== RECORDS FOR THE EXERCISE
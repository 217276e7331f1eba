//! What a job knows of noise, and the planes that it writes beside its output: sigma and coverage.

use super::Conduct;
use crate::error::{Error, Result};
use crate::raster::{self, Collected, Header, MemorySink, MissingCodes, SampleType, Samples, Sink, Window};
use crate::resample::{Block, Noise};
use serde::{Deserialize, Deserializer, Serialize, Serializer};
use std::path::{Path, PathBuf};

/// Where the standard uncertainty of samples comes from: a number, `poisson:GAIN,READ`, or a raster file.
#[derive(Clone, Debug, PartialEq)]
pub enum SigmaFrom {
    /// The same everywhere, in the unit of the samples.
    Number(f64),
    /// Electrons a count, and electrons of reading noise: variance max(v, 0) / gain + (read / gain)^2.
    Poisson(f64, f64),
    /// A raster of the input's size, with one band for all or one for each.
    File(PathBuf),
}

impl std::fmt::Display for SigmaFrom {
    fn fmt(&self, f: &mut std::fmt::Formatter<'_>) -> std::fmt::Result {
        match self {
            SigmaFrom::Number(v) => write!(f, "{v}"),
            SigmaFrom::Poisson(gain, read) => write!(f, "poisson:{gain},{read}"),
            SigmaFrom::File(path) => write!(f, "{}", path.display()),
        }
    }
}

impl std::str::FromStr for SigmaFrom {
    type Err = Error;
    fn from_str(s: &str) -> Result<Self> {
        if let Ok(v) = s.parse::<f64>() {
            return if v >= 0.0 && v.is_finite() {
                Ok(SigmaFrom::Number(v))
            } else {
                Err(Error::usage(
                    format!("--sigma {s}: an uncertainty is not negative"),
                    "such as --sigma 0.5",
                ))
            };
        }
        let Some(numbers) = s.strip_prefix("poisson:") else { return Ok(SigmaFrom::File(s.into())) };
        let mut parts = numbers.split(',').map(|p| p.trim().parse::<f64>());
        match (parts.next(), parts.next(), parts.next()) {
            (Some(Ok(gain)), Some(Ok(read)), None)
                if gain > 0.0 && read >= 0.0 && gain.is_finite() && read.is_finite() =>
            {
                Ok(SigmaFrom::Poisson(gain, read))
            }
            _ => Err(Error::usage(
                format!(
                    "--sigma {s}: two numbers are needed, electrons a count and electrons of reading noise"
                ),
                "such as --sigma poisson:2.2,5",
            )),
        }
    }
}

impl Serialize for SigmaFrom {
    fn serialize<S: Serializer>(&self, s: S) -> Result<S::Ok, S::Error> {
        s.collect_str(self)
    }
}

impl<'de> Deserialize<'de> for SigmaFrom {
    fn deserialize<D: Deserializer<'de>>(d: D) -> Result<Self, D::Error> {
        String::deserialize(d)?.parse().map_err(serde::de::Error::custom)
    }
}

impl SigmaFrom {
    /// The noise of a raster of this header.
    ///
    /// # Errors
    /// When the file cannot be read or does not fit the raster.
    pub fn open(&self, header: &Header) -> Result<Noise> {
        Ok(match self {
            SigmaFrom::Number(v) => Noise::Even(*v),
            SigmaFrom::Poisson(gain, read) => Noise::Poisson { gain: *gain, read: *read },
            SigmaFrom::File(path) => {
                let source = raster::open(path)?;
                let own = source.header();
                let (rows, columns) = (header.grid.rows, header.grid.columns);
                if (own.grid.rows, own.grid.columns) != (rows, columns)
                    || (own.bands != 1 && own.bands != header.bands)
                {
                    return Err(Error::unfit(
                        format!(
                            "{}: {} x {} pixels in {} bands are no uncertainties for {rows} x {columns} in {}",
                            path.display(),
                            own.grid.rows,
                            own.grid.columns,
                            own.bands,
                            header.bands
                        ),
                        "give a raster of the input's size, with one band or as many as the input",
                    ));
                }
                let codes = MissingCodes { codes: own.missing.into_iter().filter(|c| !c.is_nan()).collect() };
                Noise::Plane(source.into(), codes)
            }
        })
    }
}

/// The planes beside an output.
#[derive(Default)]
pub(super) struct Planes {
    sigma: Option<(Box<dyn Sink>, SampleType)>,
    coverage: Option<Box<dyn Sink>>,
    /// Of u8, 1 where an output is missing.
    missing: Option<Box<dyn Sink>>,
}

impl Planes {
    /// Starts the files.
    pub fn create(header: &Header, conduct: &Conduct) -> Result<Self> {
        let start = |path: &PathBuf, header: &Header| raster::create(path, header, conduct.overwrite);
        let own = plane_header(header, sigma_type(header));
        let sigma = conduct.sigma_out.as_ref().map(|p| start(p, &own)).transpose()?;
        let coverage = conduct.coverage.as_ref().map(|p| start(p, &plane_header(header, SampleType::F32)));
        let sigma = sigma.map(|s| (s, own.sample_type));
        Ok(Planes { sigma, coverage: coverage.transpose()?, missing: None })
    }

    /// Refuses, before any work, a file that cannot hold such a plane.
    pub fn check(path: &Path, header: &Header) -> Result<()> {
        raster::check_writable(path, &plane_header(header, SampleType::F32))
    }

    /// A plane of sigma only, which takes f64.
    pub fn of_sigma(sink: Option<Box<dyn Sink>>) -> Self {
        Planes { sigma: sink.map(|s| (s, SampleType::F64)), ..Planes::default() }
    }

    /// Planes in memory, as wanted, and where they are found afterwards: sigma, coverage, missing.
    pub fn in_memory(header: &Header, wants: (bool, bool, bool)) -> (Self, [Option<Collected>; 3]) {
        let start = |wanted: bool, sample_type| {
            let made = wanted.then(|| MemorySink::new(plane_header(header, sample_type)));
            made.map_or((None, None), |(sink, found)| (Some(Box::new(sink) as Box<dyn Sink>), Some(found)))
        };
        let own = sigma_type(header);
        let (sigma, a) = start(wants.0, own);
        let (coverage, b) = start(wants.1, SampleType::F32);
        let (missing, c) = start(wants.2, SampleType::U8);
        (Planes { sigma: sigma.map(|s| (s, own)), coverage, missing }, [a, b, c])
    }

    /// Starts one file of f32.
    pub fn plane(path: &Path, header: &Header, overwrite: bool) -> Result<Box<dyn Sink>> {
        raster::create(path, &plane_header(header, SampleType::F32), overwrite)
    }

    /// Bytes that the planes take for each sample.
    pub fn bytes(header: &Header, conduct: &Conduct) -> u64 {
        let of_sigma = if conduct.sigma_out.is_some() { sigma_type(header).bytes() } else { 0 };
        (of_sigma + if conduct.coverage.is_some() { 4 } else { 0 }) as u64
    }

    pub fn alignment(&self) -> usize {
        let sigma = self.sigma.as_ref().map_or(1, |s| s.0.alignment());
        sigma.max(self.coverage.as_ref().map_or(1, |s| s.alignment()))
    }

    pub fn wants_sigma(&self) -> bool {
        self.sigma.is_some()
    }

    pub fn wants_coverage(&self) -> bool {
        self.coverage.is_some()
    }

    pub fn wants_missing(&self) -> bool {
        self.missing.is_some()
    }

    pub fn write(&mut self, block: &Block) -> Result<()> {
        if let Some(sigma) = &block.sigma {
            self.write_sigma(&block.window, sigma)?;
        }
        if let (Some(sink), Some(coverage)) = (&mut self.coverage, &block.coverage) {
            sink.write(&block.window, &Samples::F32(coverage.clone()))?;
        }
        if let (Some(sink), Some(missing)) = (&mut self.missing, &block.missing) {
            sink.write(&block.window, &Samples::U8(missing.iter().map(|m| u8::from(*m)).collect()))?;
        }
        Ok(())
    }

    pub fn write_sigma(&mut self, window: &Window, sigma: &[f64]) -> Result<()> {
        let Some((sink, sample_type)) = &mut self.sigma else { return Ok(()) };
        let samples = match sample_type {
            SampleType::F64 => Samples::F64(sigma.to_vec()),
            _ => Samples::F32(sigma.iter().map(|v| *v as f32).collect()),
        };
        sink.write(window, &samples)
    }

    pub fn finish(self) -> Result<()> {
        if let Some((sink, _)) = self.sigma {
            sink.finish()?;
        }
        self.coverage.map_or(Ok(()), |sink| sink.finish())?;
        self.missing.map_or(Ok(()), |sink| sink.finish())
    }
}

/// f64 where the output is; f32 is more than any uncertainty deserves otherwise.
fn sigma_type(header: &Header) -> SampleType {
    if header.sample_type == SampleType::F64 { SampleType::F64 } else { SampleType::F32 }
}

/// The output's header for floating-point samples, NaN for what is missing.
fn plane_header(header: &Header, sample_type: SampleType) -> Header {
    let mut own = Header { sample_type, missing: None, ..header.clone() };
    // A colour table, and a predictor for whole numbers, belong to the output's own samples.
    own.storage.color_map.clear();
    own.storage.photometric = None;
    own.storage.predictor = 1;
    own
}
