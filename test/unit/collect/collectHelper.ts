import { mkdtempSync, rmSync } from 'node:fs';
import { tmpdir } from 'node:os';
import path from 'node:path';
import { virtualClock } from '../../../src/clock/virtualClock.js';
import type { VirtualClock } from '../../../src/clock/virtualClock.js';
import type { CollectorConfig, MixConfig } from '../../../src/config/types.js';
import type { Collector, ReadingMode } from '../../../src/collect/collector.js';
import { openCollector } from '../../../src/collect/open.js';
import type { CollectorOptions } from '../../../src/collect/options.js';
import type { CountBatch } from '../../../src/store/store.js';
import type { Partition } from '../../../src/terms/partition.js';

export const MINUTE = 60_000;
export const HOUR = 3_600_000;
export const DAY = 86_400_000;
/** An arbitrary round start of event time. */
export const T0 = Date.UTC(2026, 10, 3, 10);

export function collectorConfig(changes: Partial<CollectorConfig> = {}): CollectorConfig {
  return {
    name: 'gateway',
    source: { kind: 'stdin' },
    decode: { kind: 'json' },
    time: { field: ['ts'], format: { kind: 'iso' }, zone: 'UTC' },
    maxLineBytes: 1_048_576,
    ...changes,
  };
}

export function mixConfig(changes: Partial<MixConfig> = {}): MixConfig {
  return {
    name: 'outcomes',
    from: 'gateway',
    category: ['outcome'],
    where: [],
    split: [],
    window: { kind: 'sub-day', ms: 5 * MINUTE },
    zone: 'UTC',
    latenessMs: 30_000,
    yardstick: { kind: 'rolling', lastMs: 14 * DAY },
    tolerance: { moved: 0.01, each: new Map() },
    ordered: null,
    limits: {
      categoriesJudged: 64,
      categoriesStored: 10_000,
      strands: 1_000,
      forgetMs: 7 * DAY,
      minEvents: 20,
    },
    settleMs: null,
    falseAlarms: null,
    ...changes,
  };
}

/** One log line without its end. */
export function record(atMs: number, outcome = 'approved', more: object = {}): string {
  return JSON.stringify({ ts: new Date(atMs).toISOString(), outcome, ...more });
}

/** Lines `everyMs` apart. */
export function lines(fromMs: number, count: number, everyMs: number, outcome = 'approved') {
  return Array.from({ length: count }, (_, i) => `${record(fromMs + i * everyMs, outcome)}\n`);
}

/** What a store would hold: counts by `mix|strand|window start|category`, and the rows. */
export class Ledger {
  readonly counts = new Map<string, { onTime: number; late: number }>();
  readonly rejected = new Map<string, number>();
  readonly rows = new Map<string, Partition>();
  accepted = 0;

  commit(batch: CountBatch): void {
    for (const { mix, strand, window, counts } of batch.tallies) {
      for (const [category, count] of counts) {
        const key = [mix, strand, window.startMs, category].join('|');
        const before = this.counts.get(key) ?? { onTime: 0, late: 0 };
        this.counts.set(key, {
          onTime: before.onTime + count.onTime,
          late: before.late + count.late,
        });
      }
    }
    for (const { reason, count } of batch.rejected) {
      this.rejected.set(reason, (this.rejected.get(reason) ?? 0) + count);
    }
    for (const { count } of batch.accepted) this.accepted += count;
    for (const row of batch.partitions) this.rows.set(row.id, row);
  }

  partitions(): Promise<readonly Partition[]> {
    return Promise.resolve([...this.rows.values()]);
  }

  /** Events of a category over all windows of the whole, late ones included. */
  events(category: string): number {
    let events = 0;
    for (const [key, count] of this.counts) {
      if (key.includes('|all|') && key.endsWith(`|${category}`)) {
        events += count.onTime + count.late;
      }
    }
    return events;
  }

  /** All that must not depend on chunks, restarts or time of reading, in a canonical order. */
  summary(): unknown {
    const sorted = <V>(map: Map<string, V>) => [...map].sort(([a], [b]) => (a < b ? -1 : 1));
    return {
      counts: sorted(this.counts),
      rejected: sorted(this.rejected),
      accepted: this.accepted,
    };
  }
}

/** A temp folder, a clock and a store's worth of memory for tailing files. */
export class TailBench {
  readonly folder = mkdtempSync(path.join(tmpdir(), 'tallyward-collect-'));
  readonly clock: VirtualClock = virtualClock(T0 + 30 * DAY);
  readonly ledger = new Ledger();
  private opened: Collector | null = null;

  file(name: string): string {
    return path.join(this.folder, name);
  }

  /** Opens (again) over patterns inside the folder; what was not drained is lost, as in a crash. */
  async open(
    mode: ReadingMode,
    patterns: readonly string[],
    changes: Partial<CollectorOptions> = {},
  ): Promise<Collector> {
    await this.opened?.close();
    const paths = patterns.map((pattern) => this.file(pattern));
    this.opened = await openCollector({
      config: collectorConfig({ source: { kind: 'tail', paths } }),
      mixes: [mixConfig()],
      mode,
      clock: this.clock,
      store: this.ledger,
      judgedTo: () => -Infinity,
      ...changes,
    });
    return this.opened;
  }

  /** Looks around, reads all there is, and commits. */
  async read(collector: Collector): Promise<void> {
    let bytes = await collector.step({ lookAround: true });
    while (bytes > 0) bytes = await collector.step({ lookAround: false });
    this.ledger.commit(collector.drain());
  }

  async end(): Promise<void> {
    await this.opened?.close();
    rmSync(this.folder, { recursive: true, force: true });
  }
}
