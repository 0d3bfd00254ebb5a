import { describe, expect, it } from 'vitest';
import { collectorWatermark } from '../../../src/collect/watermark.js';
import type { Progress } from '../../../src/collect/watermark.js';

const MINUTE = 60_000;

/** A live partition at its end, from minute `first` to minute `last`. */
function part(
  first: number | null,
  last: number | null,
  changes: Partial<Progress> = {},
): Progress {
  return {
    firstMs: first === null ? null : first * MINUTE,
    watermarkMs: last === null ? null : last * MINUTE,
    ended: false,
    quietSinceMs: null,
    atEnd: true,
    ...changes,
  };
}

const minutes = (ms: number | null) => (ms === null ? null : ms / MINUTE);
const of = (...partitions: Progress[]) => minutes(collectorWatermark(partitions, 'once', false));

describe('the watermark of a collector', () => {
  it('given no partitions, is unknown', () => {
    expect(of()).toBe(null);
  });

  it('given live partitions, is the least of theirs', () => {
    expect(of(part(0, 50), part(2, 20), part(1, 30))).toBe(20);
  });

  it('given a partition without a record, is unknown, whatever the others say', () => {
    expect(of(part(0, 50), part(null, null))).toBe(null);
  });

  it('given an empty file at its end in rehearse, does not wait for it', () => {
    const empty = part(null, null);
    expect(minutes(collectorWatermark([part(0, 50), empty], 'rehearse', false))).toBe(50);
    const unread = part(null, null, { atEnd: false });
    expect(collectorWatermark([part(0, 50), unread], 'rehearse', false)).toBe(null);
  });

  it('given an ended partition, does not count it; given only such, is the greatest', () => {
    const ended = { ended: true };
    expect(of(part(0, 20, ended), part(21, 30))).toBe(30);
    expect(of(part(0, 20, ended), part(5, 40, ended))).toBe(40);
  });

  it('given dated files, lets go of those that another succeeded', () => {
    expect(of(part(0, 60), part(60, 119), part(120, 150))).toBe(150);
  });

  it('given a successor that began before the watermark, still waits for both', () => {
    expect(of(part(0, 60), part(59, 119))).toBe(60);
  });

  it('given less than ten minutes of event time, does not take the partition for finished', () => {
    expect(of(part(0, 9.99), part(20, 30))).toBe(9.99);
    expect(of(part(0, 10), part(20, 30))).toBe(30);
  });

  it('given unread bytes, does not take the partition for succeeded', () => {
    expect(of(part(0, 60, { atEnd: false }), part(60, 119))).toBe(60);
  });

  it('given quiet, lets go of the partition in live mode only', () => {
    const partitions = [part(0, 20, { quietSinceMs: 1 }), part(0, 30)];
    expect(minutes(collectorWatermark(partitions, 'live', false))).toBe(30);
    expect(minutes(collectorWatermark(partitions, 'once', false))).toBe(20);
    expect(minutes(collectorWatermark(partitions, 'rehearse', false))).toBe(20);
  });

  it('given an awaited file, is unknown', () => {
    expect(collectorWatermark([part(0, 20)], 'once', true)).toBe(null);
  });
});
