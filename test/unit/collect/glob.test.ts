import { mkdirSync, mkdtempSync, rmSync, writeFileSync } from 'node:fs';
import { tmpdir } from 'node:os';
import path from 'node:path';
import { describe, expect, it } from 'vitest';
import { expandGlob, matches } from '../../../src/collect/tail/glob.js';

describe('wildcards', () => {
  const cases: readonly [string, string, boolean][] = [
    ['gateway-1.log', 'gateway-*.log', true],
    ['gateway-.log', 'gateway-*.log', true],
    ['gateway-1.log.1', 'gateway-*.log', false],
    ['gateway-1.log.1', 'gateway-*.log*', true],
    ['a1', 'a?', true],
    ['a', 'a?', false],
    ['a😀', 'a?', true],
    ['aab', '*ab', true],
    ['.hidden', '*', false],
    ['.hidden', '.*', true],
    ['a.b', 'a[.]b', false],
    ['a+b', 'a+b', true],
    [`${'a'.repeat(200)}b`, `${'*a'.repeat(100)}*c`, false],
  ];
  it.each(cases)('given the name %s and the pattern %s, decides %s', (name, pattern, expected) => {
    expect(matches(name, pattern)).toBe(expected);
  });

  it('given wildcards in folders and names, finds the paths in order', async () => {
    const folder = mkdtempSync(path.join(tmpdir(), 'tallyward-glob-'));
    try {
      for (const name of ['b', 'a', 'c']) {
        mkdirSync(path.join(folder, name));
        writeFileSync(path.join(folder, name, 'x.log'), '');
      }
      writeFileSync(path.join(folder, 'a', 'w.log'), '');
      const found = await expandGlob(`${folder}/?/*.log`);
      const relative = found.paths.map((file) => file.slice(folder.length));
      expect(relative).toEqual(['/a/w.log', '/a/x.log', '/b/x.log', '/c/x.log']);
      expect(found.problems).toEqual([]);
    } finally {
      rmSync(folder, { recursive: true });
    }
  });
});
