import { useVirtualizer } from '@tanstack/react-virtual';
import { useCallback, useEffect, useMemo, useRef, useState, type CSSProperties } from 'react';
import { useRouter } from '../../../app/router/RouterContext';
import type { Selection } from '../selection/useSelection';
import type { Sort } from '../sorting';
import type { TableRow } from '../tableRow';
import { type Column, tracksOf } from './columns';
import { GridHead } from './GridHead';
import { GridRow } from './GridRow';
import { useGridKeys } from './useGridKeys';
import './CandidateGrid.css';

const rowHeight = 52;

interface CandidateGridProps {
  readonly shown: readonly TableRow[];
  readonly columns: readonly Column[];
  readonly sort: Sort;
  readonly onSort: (sort: Sort) => void;
  readonly selection: Selection;
  readonly onStar: (row: TableRow) => void;
  /** Told which row keys and commands act on. */
  readonly onCurrent: (id: string) => void;
}

/** The table of candidates: only the rows in view exist, so that it scrolls alike with ten rows and with fifty thousand. */
export function CandidateGrid(props: CandidateGridProps) {
  const { shown, columns, sort, onSort, selection, onStar, onCurrent } = props;
  const { go } = useRouter();
  const scroller = useRef<HTMLDivElement>(null);
  const [current, setCurrent] = useState<string | null>(null);
  // Its functions are new with each draw by design; nothing here is memoised by a compiler.
  // eslint-disable-next-line react-hooks/incompatible-library
  const virtual = useVirtualizer({
    count: shown.length,
    getScrollElement: () => scroller.current,
    estimateSize: () => rowHeight,
    overscan: 5,
    getItemKey: (place) => shown[place]!.candidate.id,
  });

  const point = useCallback(
    (id: string) => {
      setCurrent(id);
      onCurrent(id);
    },
    [onCurrent],
  );
  const focusRow = useFocusRow(scroller);
  const move = useCallback(
    (place: number) => {
      const id = shown[place]!.candidate.id;
      point(id);
      virtual.scrollToIndex(place);
      focusRow(id);
    },
    [shown, point, virtual, focusRow],
  );
  const open = useCallback(
    ({ candidate }: TableRow) => go({ view: 'sheet', project: candidate.projectId, item: candidate.id }),
    [go],
  );
  const toggle = useCallback(
    (id: string, extend: boolean) => (extend ? selection.extendTo(id) : selection.toggle(id)),
    [selection],
  );
  const onKeyDown = useGridKeys({ shown, current, perPage: 8, selection, onMove: move, onOpen: open });

  const { tracks, least } = tracksOf(columns);
  const currentShown = useMemo(
    () => shown.some(({ candidate }) => candidate.id === current),
    [shown, current],
  );
  return (
    <div
      className="grid"
      role="grid"
      aria-label="Candidates"
      aria-rowcount={shown.length + 1}
      aria-multiselectable="true"
      ref={scroller}
      style={{ '--tracks': tracks, '--least': least } as CSSProperties}
      onKeyDown={onKeyDown}
    >
      <div role="rowgroup" className="grid-head-group">
        <GridHead
          columns={columns}
          sort={sort}
          onSort={onSort}
          allSelected={selection.ids.size > 0 && selection.ids.size === shown.length}
          someSelected={selection.ids.size > 0}
          onSelectAll={selection.ids.size === shown.length ? selection.clear : selection.all}
          onStarSort={() => onSort({ by: 'starred', descending: true })}
        />
      </div>
      <div role="rowgroup" className="grid-body" style={{ blockSize: virtual.getTotalSize() }}>
        {virtual.getVirtualItems().map(({ index, start, key }) => {
          const row = shown[index]!;
          return (
            <GridRow
              key={key}
              row={row}
              columns={columns}
              place={index + 2}
              selected={selection.ids.has(row.candidate.id)}
              current={currentShown ? row.candidate.id === current : index === 0}
              start={start}
              height={rowHeight}
              onToggle={toggle}
              onStar={onStar}
              onPoint={point}
            />
          );
        })}
      </div>
    </div>
  );
}

/** A row outside the window does not exist yet when the key is pressed: the focus waits for it. */
function useFocusRow(scroller: { readonly current: HTMLElement | null }): (id: string) => void {
  const [wanted, setWanted] = useState<string | null>(null);
  useEffect(() => {
    if (wanted === null) return;
    let tries = 0;
    let frame = 0;
    const look = (): void => {
      const row = scroller.current?.querySelector<HTMLElement>(`[data-row="${CSS.escape(wanted)}"]`);
      if (row) row.focus({ preventScroll: true });
      else if (tries++ < 10) frame = requestAnimationFrame(look);
    };
    look();
    return () => cancelAnimationFrame(frame);
  }, [wanted, scroller]);
  return setWanted;
}
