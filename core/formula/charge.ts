/** A charge as people write it, and how many characters it takes; null where there is none. */
export function readCharge(
  text: string,
  from: number,
): { readonly charge: number; readonly length: number } | null {
  const match = /^\s*\^?\s*\(?\{?(?:(\d+)([+-])|([+-])(\d+)|([+-]+))\}?\)?/.exec(text.slice(from));
  if (match === null) return null;
  const [all, before, sign, signFirst, after, row] = match;
  const size = row === undefined ? Number(before ?? after) : row.length;
  const direction = (sign ?? signFirst ?? row![0]) === '+' ? 1 : -1;
  return { charge: direction * size, length: all.length };
}

/** `III`, `0`, `-I` as a number; null where it is none. */
export function readRoman(text: string): number | null {
  if (text === '0') return 0;
  const negative = text.startsWith('-');
  const place = ['I', 'II', 'III', 'IV', 'V', 'VI', 'VII', 'VIII'].indexOf(negative ? text.slice(1) : text);
  return place < 0 ? null : (negative ? -1 : 1) * (place + 1);
}
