import { requireElectronCount, requireFinite, requireNotNegative } from '../checkProblem';
import { type ConfigurationWeight, type CubicLevel, type CubicProblem } from '../types';
import { blockStates } from './blockEnergies';
import { cubicBlocks, type CubicBlock } from './cubicBlocks';

/** A level before the ground level is known. */
interface RawLevel {
  readonly block: CubicBlock;
  readonly energy: number;
  readonly configurations: readonly ConfigurationWeight[];
  readonly slope: { readonly tenDq: number; readonly B: number; readonly C: number };
}

/**
 * Every level of d^N in an octahedral or tetrahedral field without spin-orbit coupling, ascending, exact: the complete
 * configuration space in blocks of one (S, irrep), none larger than 10 × 10. Slopes are expectation values
 * (Hellmann-Feynman). Throws `out-of-range` or `not-finite`.
 */
export function cubicLevels(problem: CubicProblem): CubicLevel[] {
  const { dElectrons, geometry, tenDq, B, C, alpha = 0 } = problem;
  requireElectronCount(dElectrons);
  requireNotNegative(tenDq, 'tenDq');
  requireNotNegative(B, 'B');
  requireNotNegative(C, 'C');
  requireFinite(alpha, 'alpha');
  const sign = geometry === 'tetrahedral' ? -1 : 1;
  const raw = cubicBlocks(dElectrons).flatMap((block) => rawLevels(block, problem, sign));
  raw.sort((a, b) => a.energy - b.energy || b.block.S - a.block.S);
  const ground = raw[0]!;
  const suffix = geometry === 'octahedral' ? 'g' : '';
  return raw.map(({ block, energy, configurations, slope }) => ({
    energy: energy - ground.energy,
    multiplicity: 2 * block.S + 1,
    irrep: block.irrep,
    label: `${2 * block.S + 1}${block.irrep}${suffix}`,
    degeneracy: block.degeneracy,
    configurations,
    slope: {
      tenDq: slope.tenDq - ground.slope.tenDq,
      B: slope.B - ground.slope.B,
      C: slope.C - ground.slope.C,
    },
  }));
}

function rawLevels(block: CubicBlock, problem: CubicProblem, sign: 1 | -1): RawLevel[] {
  const { dElectrons, tenDq, B, C, alpha } = problem;
  const { size } = block;
  const { values, vectors } = blockStates(block, dElectrons, sign * tenDq, B, C, alpha);
  const found: RawLevel[] = [];
  for (let k = 0; k < size; k++) {
    const weights = eWeights(block, vectors, k * size);
    let eMean = 0;
    for (let e = 1; e <= 4; e++) eMean += e * weights[e]!;
    found.push({
      block,
      energy: values[k]!,
      configurations: configurationsFrom(weights, block, dElectrons),
      slope: {
        tenDq: sign * (eMean - 0.4 * dElectrons),
        B: expectation(block.repulsionB, vectors, k * size, size),
        C: expectation(block.repulsionC, vectors, k * size, size),
      },
    });
  }
  return found;
}

/** Weight of e^0 … e^4 in the eigenvector that starts at `at`. */
function eWeights({ eCount, size }: CubicBlock, vectors: Float64Array, at: number): number[] {
  const weights = [0, 0, 0, 0, 0];
  for (let i = 0; i < size; i++) weights[eCount[i]!]! += vectors[at + i]! * vectors[at + i]!;
  return weights;
}

/** The configurations that occur in the block, largest weight first. */
function configurationsFrom(
  weights: readonly number[],
  { eCount }: CubicBlock,
  electrons: number,
): ConfigurationWeight[] {
  const list: ConfigurationWeight[] = [];
  for (let e = 0; e <= 4; e++) {
    if (!eCount.includes(e)) continue;
    const weight = weights[e]!;
    let place = list.length;
    while (place > 0 && list[place - 1]!.weight < weight) place--;
    list.splice(place, 0, { t2: electrons - e, e, weight });
  }
  return list;
}

function expectation(matrix: Float64Array, vectors: Float64Array, at: number, n: number): number {
  let sum = 0;
  for (let i = 0; i < n; i++) {
    const row = i * n;
    let inner = 0.5 * matrix[row + i]! * vectors[at + i]!;
    for (let j = 0; j < i; j++) inner += matrix[row + j]! * vectors[at + j]!;
    sum += 2 * vectors[at + i]! * inner;
  }
  return sum;
}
====
### WHAT IS EXPECTED:
Look above for the line holding "const found: RawLevel[] = [];". Print it and every line after it, exactly, through the line holding "tenDq: sign *".

### RESULT OF THE TASK:
  const found: RawLevel[] = [];
  for (let k = 0; k < size; k++) {
    const weights = eWeights(block, vectors, k * size);
    let eMean = 0;
    for (let e = 1; e <= 4; e++) eMean += e * weights[e]!;
    found.push({
      block,
      energy: values[k]!,
      configurations: configurationsFrom(weights, block, dElectrons),
      slope: {
        tenDq: sign * (eMean - 0.4 * dElectrons),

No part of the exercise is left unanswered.